## Data Analysis, Exploration, and Feature Engineering
Now that the data is ingested into Athena we can begin to explore the data and perform some feature engineering. Since the data is provided as a Pandas DataFrame we can use familiar Pandas function and data science libraries to explore and prepare the data.

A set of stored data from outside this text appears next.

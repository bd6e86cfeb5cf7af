using System.Collections.Immutable;
using PanelChoice.Inference;

namespace PanelChoice.Findings;

/// <summary>
/// The standard error of each term to report, by rules that are tried in order; a rule whose figure does not exist for the term passes on to the next, which
/// then says so. Rates at which intervals miss are those of tests/PanelChoice.Calibration (DEVELOPERS.md, "Standard errors").
/// </summary>
internal static class RecommendationRules
{
    /// <summary>Below this many clusters the clustered standard error with t(G - 1) misses too often; the jackknife does not.</summary>
    public const int SomeClusters = 100;

    /// <summary>One recommendation for each free parameter, in layout order.</summary>
    public static ImmutableArray<Recommendation> Of(FindingsInput input) => [.. input.Inference.Parameters.Select(p => Of(input, p))];

    private static Recommendation Of(FindingsInput input, ParameterInference parameter)
    {
        var missed = "";
        foreach (var rule in Rules(input, parameter))
        {
            if (!rule.Applies) continue;
            if (Figures(parameter, rule.Kind) is { StandardError: { } se, Interval: { } interval } figures)
            {
                var place = input.Layout.Free.IndexOf(parameter.Parameter);
                var df = rule.Kind == CovarianceKind.Robust ? null : input.Inference.Covariances[rule.Kind].DegreesOf(place);
                var critical = new ReferenceDistribution(df).Critical(input.Study.Inference.Confidence);
                return new Recommendation(parameter.Parameter, rule.Kind, se, critical, df, interval, figures.PValue, rule.Id, missed + rule.Why);
            }

            if (rule.Kind == CovarianceKind.Jackknife && IsLost(input, parameter))
                return new Recommendation(
                    parameter.Parameter, null, null, null, null, null, null, "rests_on_one_cluster",
                    $"{Figures(parameter, CovarianceKind.Jackknife)!.Reason} What rests on one {(input.Inference.Clusters.By == "person" ? "person" : "group")} alone "
                    + "has no standard error from how they differ: the clustered one missed the value in about half of such simulated panels.");
            missed += $"There is no {PrecisionFindings.InWords(rule.Kind)} one: {Figures(parameter, rule.Kind)?.Reason ?? "it was not asked for."} ";
        }

        return new Recommendation(
            parameter.Parameter, null, null, null, null, null, null, "none", Figures(parameter, CovarianceKind.Cluster)?.Reason ?? "It has no standard error.");
    }

    /// <summary>The rules in order.</summary>
    private static IEnumerable<Rule> Rules(FindingsInput input, ParameterInference parameter)
    {
        var clusters = input.Inference.Clusters;
        var counted = $"{PlainNumber.Count(clusters.Count)} {(clusters.By == "person" ? "persons" : $"groups of '{clusters.By}'")}";
        yield return new Rule(
            "independent_occasions", CovarianceKind.Robust, input.IsCrossSection,
            "Every person has one occasion, so occasions are the independent units; this one stays right when the probabilities are not exactly those of the model "
            + "(Huber 1967, White 1982).");
        yield return new Rule(
            "common_days", CovarianceKind.TwoWay, input.Diagnostics.CommonDays == true && IsWider(parameter, CovarianceKind.TwoWay, CovarianceKind.Jackknife),
            "People are moved by the same days, which clusters of persons alone do not see (Cameron, Gelbach and Miller 2011), and this one is the wider.");
        yield return new Rule(
            "some_clusters", CovarianceKind.Jackknife, clusters.Count < SomeClusters,
            $"With {counted}, fewer than {SomeClusters}, the clustered standard error tends to be too small and the jackknife much less (MacKinnon, Nielsen and Webb 2023).");
        yield return new Rule(
            "some_clusters_no_refits", CovarianceKind.BiasReduced, clusters.Count < SomeClusters,
            $"With {counted} the clustered standard error tends to be too small; this one needs no refits and has degrees of freedom of its own (Bell and McCaffrey 2002, here "
            + "carried over to a likelihood that is not linear).");
        yield return new Rule(
            "many_clusters", CovarianceKind.Cluster, clusters.Count > 1,
            $"It rests on {counted} and holds whatever ties the occasions inside one together (Liang and Zeger 1986; Cameron and Miller 2015); the pooled one holds only "
            + "where nothing does.");
    }

    /// <summary>Whether the term alone has no jackknife: without some cluster it cannot be estimated.</summary>
    private static bool IsLost(FindingsInput input, ParameterInference parameter) =>
        input.Inference.Covariances.GetValueOrDefault(CovarianceKind.Jackknife) is { Matrix: not null } jackknife
        && jackknife.RefusedParameters.Contains(input.Layout.Free.IndexOf(parameter.Parameter));

    /// <summary>Whether one kind's interval is the wider, or the other does not exist. With few persons or few days the two-way one can be far too narrow.</summary>
    private static bool IsWider(ParameterInference parameter, CovarianceKind kind, CovarianceKind than) =>
        Figures(parameter, than)?.Interval is not { } other || (Figures(parameter, kind)?.Interval is { } one && one.High - one.Low > other.High - other.Low);

    private static KindFigures? Figures(ParameterInference parameter, CovarianceKind kind) => parameter.ByKind.GetValueOrDefault(kind);

    private sealed record Rule(string Id, CovarianceKind Kind, bool Applies, string Why);
}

<div style="border: 1px solid black; padding: 10px; background-color: #ffffcc; color: black;">
<strong>Note:</strong> Make sure to fully run the first notebook to ingest the data into Athena before running this notebook.
</div>

In [None]:
%pip install -Uqq category-encoders
%pip install -Uqq seaborn

In [None]:
import pandas as pd
import sagemaker
import awswrangler as wr
import seaborn as sns
import numpy as np
import json
from pathlib import Path
import matplotlib.pyplot as plt

wr.engine.set("python")
wr.memory_format.set("pandas")

In [2]:
# load values from the first notebook

if not Path("lab_values.json").exists():
    raise FileNotFoundError("Please run the first notebook first.")
else:
    lab_values = json.loads(Path("lab_values.json").read_text())
    database_name = lab_values["database_name"]
    table_name = lab_values["wrangler_parquet_table_name"]

In [3]:
# read the entire table into a pandas dataframe
# you can also pass in the chunksize parameter to read the table in chunks
df = wr.athena.read_sql_table(table_name, database=database_name)

In [None]:
# compute the summary statistics
df.describe(percentiles=[0.25, 0.5, 0.75])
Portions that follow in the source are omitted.